Aller au contenu

Ressources for the Text Application

This application is based on Wikipedia articles, from which some articles were extracted. This is a Kaggle dataset, and not a dataset we created for this class.

Ressources for Session 1

Dataset

Main features :

  • 200 texts
  • On the 200 texts, 100 of them are from the "bird" class, and are Wikipedia pages from birds. The other 100 are selected at random.

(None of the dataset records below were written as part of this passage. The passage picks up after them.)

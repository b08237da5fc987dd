// Job dates are calendar days (YYYY-MM-DD), shown as they are (src/lib/format.ts).
import { formatCalendarDate } from "@/lib/format";

export const shortDate = (iso: string) => formatCalendarDate(iso);
export const weekdayDate = (iso: string) => formatCalendarDate(iso, "weekday-day");
export const longDate = (iso: string) => formatCalendarDate(iso, "full");
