/** Budget billing across the season change; the period's dates carry no year; history with dollars. */
export function heddlestone(): Bill {
  const ms = months("2025-11", 12);
  const kwh = [702, 866, 951, 880, 744, 618, 560, 721, 1012, 1096, 941, 767];
  const billed = [9412, 11105, 12188, 11342, 9720, 8233, 7654, 9660, 14420, 15702, 13388, 0];
  const tou = [
    ["Summer on-peak (Sep 24–30)", 38, 0.2212],
    ["Summer off-peak (Sep 24–30)", 141, 0.0984],
    ["Winter on-peak (Oct 1–23)", 102, 0.1621],
    ["Winter off-peak (Oct 1–23)", 486, 0.0903],
  ] as const;
  const touCents = tou.map(([, k, r]) => times(k, r));
  const fuel = times(767, 0.0196);
  const sub = sum(1125, ...touCents, fuel);
  const tax = times(sub / 100, 0.015);
  const actual = sub + tax;
  billed[11] = actual;
  const budget = 11800;
  const budgetBalance = -5361 + (actual - budget);
  const rows = ms.map((m, i) => `<tr><td>${MON[monthIndex(m)].toUpperCase()} ${m.slice(0, 4)}</td><td class=r>${n(kwh[i])}</td><td class=r>${usd(billed[i])}</td></tr>`).join("");
  const page = `
  <div style="font-family:'Plex Mono';font-size:15pt;font-weight:bold;letter-spacing:2px">HEDDLESTONE POWER &amp; LIGHT</div>
  <div class=muted>PO Box 4410 · Heddlestone · 1-800-555-0119</div>
  <div style="display:flex;gap:16px;margin-top:10px">
    <div style="flex:1.5">
      <table style="width:100%"><tr><td>ACCOUNT</td><td>5530-118-270</td></tr><tr><td>NAME</td><td>TOMASZ &amp; RENATA OYELARAN</td></tr>
        <tr><td>BILL DATE</td><td>NOVEMBER 2, 2026</td></tr><tr><td>SERVICE</td><td>SEP 24 – OCT 23 (29 DAYS)</td></tr><tr><td>RATE</td><td>RTS SEASONAL TIME-OF-DAY</td></tr></table>
      <div style="margin-top:10px">METER 7H-44012 &nbsp; READ SEP 24: 30,118 &nbsp; READ OCT 23: 30,885 &nbsp; KWH USED 767</div>
      <div style="margin-top:10px;font-weight:bold">ACTUAL CHARGES FOR THIS PERIOD</div>
      <table style="width:100%">${chargeRows(
        [
          { label: "Basic charge", cents: 1125 },
          ...tou.map(([label, k, r], i) => ({ label, detail: `${k} kWh @ ${r.toFixed(4)}`, cents: touCents[i] })),
          { label: "Fuel recovery", detail: "767 kWh @ 0.0196", cents: fuel },
          { label: "State sales tax 1.5%", cents: tax },
        ],
        { label: "Actual charges", cents: actual },
      )}</table>
    </div>
    <div style="flex:1;border:2px solid #000;padding:8px;align-self:flex-start">
      <div style="font-weight:bold">BUDGET BILLING</div>
      <table style="width:100%"><tr><td>Previous balance</td><td class=r>$118.00</td></tr><tr><td>Payment 10/20 - thank you</td><td class=r>-$118.00</td></tr>
        <tr><td>Actual charges</td><td class=r>${usd(actual)}</td></tr><tr><td>Budget balance to date</td><td class=r>${usd(budgetBalance, "cr")}</td></tr></table>
      <div style="margin-top:8px;border-top:1px solid #000;padding-top:6px">YOUR BUDGET AMOUNT DUE<br>BY NOV 22, 2026</div><div style="font-size:20pt;font-weight:bold">${usd(budget)}</div>
      <p style="font-size:8pt">Budget billing spreads your cost evenly. Your budget balance is settled in your anniversary month (April).</p>
    </div>
  </div>
  <div style="margin-top:12px;font-weight:bold">12-MONTH HISTORY</div>
  <table style="width:55%;font-size:9pt"><tr><th>MONTH</th><th>KWH</th><th>ACTUAL COST</th></tr>${rows}</table>`;
  return {
    name: "heddlestone-budget-season-change",
    pages: [page],
    css: `${plexMono()} body{font-family:"Plex Mono";font-size:8.5pt} th{text-align:left}`,
    expected: expected("2026-09-24", "2026-10-23", 767, budget, hist(ms, kwh)),
  };
}
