function signaturePage(flow: Flow, s: ProposalSnapshot, meta: ProposalPdfMeta): void {
  const { fonts } = flow;
  const { t, money } = pdfLang(meta.locale);
  const page = flow.newPage();
  markPage(page, PAGE_ROLE.signature);
  flow.heading(t("signature.heading"));
  flow.paragraph(t("signature.agree", { company: s.company.name, label: proposalLabel(meta) }));
  flow.paragraph(t("signature.offers", { list: s.offers.map((o) => `${o.position}. ${o.name}, ${money(o.figures.summary.contractCents)}`).join("; ") }), { size: 9.5, color: COLORS.muted });

  boxOutline(page, CHOSEN_OFFER_BOX);
  drawLine(page, t("signature.offerChosen"), CHOSEN_OFFER_BOX.x + 8, CHOSEN_OFFER_BOX.y + CHOSEN_OFFER_BOX.height - 13, { font: fonts.sans, size: 8.5, color: COLORS.muted });

  let y = CHOSEN_OFFER_BOX.y - 24;
  if (meta.inHomeSale) {
    // 16 CFR 429.1(a): in the contract, next to the buyer's signature, in bold of at least 10 points.
    y = drawWrapped(page, t("cancel.ruleStatement"), MARGIN_X, y, CONTENT_WIDTH, { font: fonts.sansBold, size: 10 });
  }

  boxOutline(page, SIGNATURE_BOX);
  drawLine(page, t("signature.buyerSignature"), SIGNATURE_BOX.x, SIGNATURE_BOX.y - 11, { font: fonts.sans, size: 8.5, color: COLORS.muted });
  page.drawLine({ start: { x: SIGNER_NAME_BOX.x, y: SIGNER_NAME_BOX.y }, end: { x: SIGNER_NAME_BOX.x + SIGNER_NAME_BOX.width, y: SIGNER_NAME_BOX.y }, thickness: 0.7, color: COLORS.graphite });
  drawLine(page, t("signature.buyerName"), SIGNER_NAME_BOX.x, SIGNER_NAME_BOX.y - 11, { font: fonts.sans, size: 8.5, color: COLORS.muted });
  page.drawLine({ start: { x: SIGNED_DATE_BOX.x, y: SIGNED_DATE_BOX.y }, end: { x: SIGNED_DATE_BOX.x + SIGNED_DATE_BOX.width, y: SIGNED_DATE_BOX.y }, thickness: 0.7, color: COLORS.graphite });
  drawLine(page, t("signature.dateSigned"), SIGNED_DATE_BOX.x, SIGNED_DATE_BOX.y - 11, { font: fonts.sans, size: 8.5, color: COLORS.muted });

  const sideX = SIGNED_DATE_BOX.x;
  let sy = SIGNATURE_BOX.y + SIGNATURE_BOX.height - 10;
  drawLine(page, t("signature.seller"), sideX, sy, { font: fonts.sans, size: 8.5, color: COLORS.muted });
  sy -= 15;
  drawLine(page, s.company.name, sideX, sy, { font: fonts.sansBold, size: 10 });
  sy -= 14;
  const lic = licenseText(s.company.licenseNumber, meta.locale);
  if (lic) {
    drawLine(page, lic, sideX, sy, { font: fonts.sans, size: 9 });
    sy -= 14;
  }
  drawLine(page, t("signature.rep", { name: s.rep.name }), sideX, sy, { font: fonts.sans, size: 9 });
  sy -= 14;
  drawLine(page, s.rep.email, sideX, sy, { font: fonts.sans, size: 9, color: COLORS.muted });

  drawWrapped(
    page,
    t("signature.esignNote"),
    MARGIN_X,
    SIGNER_NAME_BOX.y - 40,
    CONTENT_WIDTH,
    { font: fonts.sans, size: 8.5, color: COLORS.muted },
  );
  void y;
}

/** Renders the proposal PDF. Same input, same bytes. */
export async function renderProposalPdf(snapshot: ProposalSnapshot, meta: ProposalPdfMeta): Promise<Uint8Array> {
  if (snapshot.offers.length === 0) throw new Error("A proposal needs at least one offer");
  const pdf = await PDFDocument.create({ updateMetadata: false });
  const fonts: DocFonts = await embedFonts(pdf);
  const flow = createFlow(pdf, fonts);
  const L = pdfLang(meta.locale);

  cover(flow, snapshot, meta);
  energyToday(flow, snapshot, L);
  for (const o of snapshot.offers) {
    offerSystem(flow, o, L);
    offerMoney(flow, o, L, snapshot.texts?.offers.find((x) => x.position === o.position));
    offerTable(flow, o, L);
  }
  assumptions(flow, snapshot, L);
  if (meta.inHomeSale) rightToCancel(flow, snapshot, meta);
  signaturePage(flow, snapshot, meta);

  const frame: FrameInfo = { companyName: snapshot.company.name, licenseNumber: snapshot.company.licenseNumber, documentLabel: `${proposalLabel(meta)} · ${snapshot.household.name}` };
  drawPageFrames(pdf, fonts, frame, { locale: L.locale });
  storeFrame(pdf, frame);
  setFixedMetadata(pdf, {
    title: L.t("frame.title", { number: meta.number, version: meta.version, household: snapshot.household.name }),
    subject: L.t("frame.subject", { count: snapshot.offers.length, company: snapshot.company.name }),
    author: snapshot.company.name,
    date: meta.sentAt,
  });
  pdf.setLanguage(INTL_LOCALE[L.locale]);
  compressContentStreams(pdf);
  return pdf.save(SAVE_OPTIONS);
}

Visualisation of a few examples

These are some samples in the dataset. They are extracted from Wikipedia pages:

  • 'The pygmy white-eye (Oculocincta squamifrons), also known as the pygmy ibon, is a species of bird in the white-eye family Zosteropidae. It is monotypic within the genus Oculocincta.'

  • 'Joey Altman is an American chef, restaurateur, TV host and writer.'

  • 'GSAT-5P, or GSAT-5 Prime, was an Indian communications satellite which was lost in a launch failure in December 2010. Part of the Indian National Satellite System, it was intended to operate in geosynchronous orbit as a replacement for INSAT-3E.'

Latent Space

The 200 text have been put in a latent space using RoBERTa, a deep learning model from this paper. We will delve into the details of Deep Learning in courses 4 and 5.

For now, you can just open the numpy array containing all samples in the latent space from the embeddings-text-lab1.npz. The data is contained under the "embeddings" name in the dictionary.

Work to do

Compute, visualize and interpret the distance matrix, as explained in Lab Session 1 main page.